Ingolstadt brought along the Q7 deep learning concept to the show in conjunction with Nvidia’s keynote address, in order to showcase the first fruits of their labour. A front-mounted two-megapixel camera enables the car to orient itself, and communicates with an Nvidia Drive PX 2 processing unit specifically designed for autonomous driving applications – the latter controls the steering with a high level of precision.
At the core of the software are deep neural networks specifically trained for autonomous driving and recognition of dynamic traffic control signals. The car initially gained limited familiarity with the route and surroundings with a human driver behind the wheel, through observation and the addition of training cameras – this established a correlation between the driver’s reactions and what the cameras themselves observed.
During subsequent demonstration drives, the Q7 is able to understand instructions such as a temporary traffic signal, and interpret and act upon them as the situation requires. A corresponding signal would cause the car to immediately change its driving strategy and choose either a short route or a long one. The robust design enables it to function under changing weather conditions, day or night – even under direct sunlight.

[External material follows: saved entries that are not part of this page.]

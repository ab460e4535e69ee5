import { chatRoomRefSchema, type ChatRoomRef } from '@shared/schemas/live';
import { sendMessageSchema } from '@shared/schemas/chat';
import type { ChatJoined } from '@shared/live-events';
import { AppError } from '../http/errors';
import { chatRoom } from '../live/rooms';
import { handle } from '../live/socket-handler';
import { assertSessionLive } from '../live/live-auth';
import type { LiveContext, LivePart } from '../live/live.startup';
import type { LiveSocket } from '../live/live-types';
import { authorizeRoom } from './chat.policy';
import { postMessage } from './chat.service';

const TYPING_EVERY_MS = 2000;

/** Chat over sockets: join a room (membership checked every time), send, typing; and the broadcasts. */
export const chatLive: LivePart = {
  start({ io, deps }) {
    deps.events.on('chat.posted', ({ guildId, roomId, message }) => {
      io.to(chatRoom(guildId, roomId)).emit('message:created', message);
    });
    deps.events.on('chat.changed', ({ guildId, roomId, message }) => {
      io.to(chatRoom(guildId, roomId)).emit('message:updated', message);
    });
  },

  onConnection(ctx: LiveContext, socket: LiveSocket) {
    const { deps, presence } = ctx;
    const { logger } = deps;
    const user = socket.data.user;
    // Rooms this socket joined, by chat room id, so typing needs no database look-up.
    const joined = new Map<number, string>();
    const lastTyping = new Map<number, number>();

    const access = async ({ roomId }: ChatRoomRef) => {
      await assertSessionLive(socket);
      try {
        return await authorizeRoom(deps, user.userId, roomId);
      } catch (error) {
        if (error instanceof AppError) logger.warn({ userId: user.userId, roomId, code: error.code }, 'socket join refused');
        throw error;
      }
    };

    handle(socket, logger, 'chat:join', chatRoomRefSchema, async (ref): Promise<ChatJoined> => {
      const { room } = await access(ref);
      const name = chatRoom(room.guildId, room.id);
      await socket.join(name);
      joined.set(room.id, name);
      presence.announce(name);
      return { viewers: await presence.viewers(name) };
    });

    handle(socket, logger, 'chat:leave', chatRoomRefSchema, async ({ roomId }) => {
      const name = joined.get(roomId);
      if (name) {
        await socket.leave(name);
        joined.delete(roomId);
        presence.announce(name);
      }
      return true as const;
    });

    handle(socket, logger, 'message:send', sendMessageSchema, async ({ roomId, body }) => {
      const roomAccess = await access({ roomId });
      return postMessage(deps, roomAccess, { id: user.userId, displayName: user.displayName }, { body });
    });

    handle(socket, logger, 'typing:start', chatRoomRefSchema, async ({ roomId }) => {
      const name = joined.get(roomId);
      // Typing is only shown in a room this socket joined (and so was allowed into).
      if (!name || !socket.rooms.has(name)) return false;
      const now = Date.now();
      if (now - (lastTyping.get(roomId) ?? 0) < TYPING_EVERY_MS) return false;
      lastTyping.set(roomId, now);
      socket.to(name).emit('typing:started', { roomId, user });
      return true;
    });
  },
};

These learning methods are similar to deep reinforcement learning, and was the underlying principle behind the 1:8-scale Q2 deep learning concept showcased in Barcelona last month. That car learned how to park through trial and error, but the Q7 learns from the driver instead, receiving concrete data that it finds relevant.
Audi has also confirmed that the next A8 will debut this year, and that it will be the first series production car to feature Level 3 autonomous driving. Thanks to the traffic jam pilot system, the car will be able to take full control in certain situations. Central to this is the world’s first central driver assistance controller (zFAS), with a Mobileye image processor that implements deep learning.
As such, manual training methods during development have been significantly reduced, with deep neural networks enabling the system to learn by itself which characteristics are appropriate and relevant for identifying various objects. The car will even recognise empty driving spaces, which Audi says is an important prerequisite for safe autonomous driving.
The A8 will also come with the next-generation MIB2+ (Modular Infotainment Platform) powered by an Nvidia Tegra K1 processor. This enables the implementation of new functions as well as the support of several high-resolution displays – including the second-generation Audi virtual cockpit. The new car will also merge online and onboard information as part of the move towards cloud computing.
Audi has been working with Nvidia since 2005, putting the latter’s chip into production in the A4 in 2007; Nvidia’s technology was then used to power the A8’s visual displays two years later. The company’s first MIB system, introduced in 2013, used a Tegra 2 processor, while the MIB2 system used in the Q7 from 2015 runs an T 30 processor.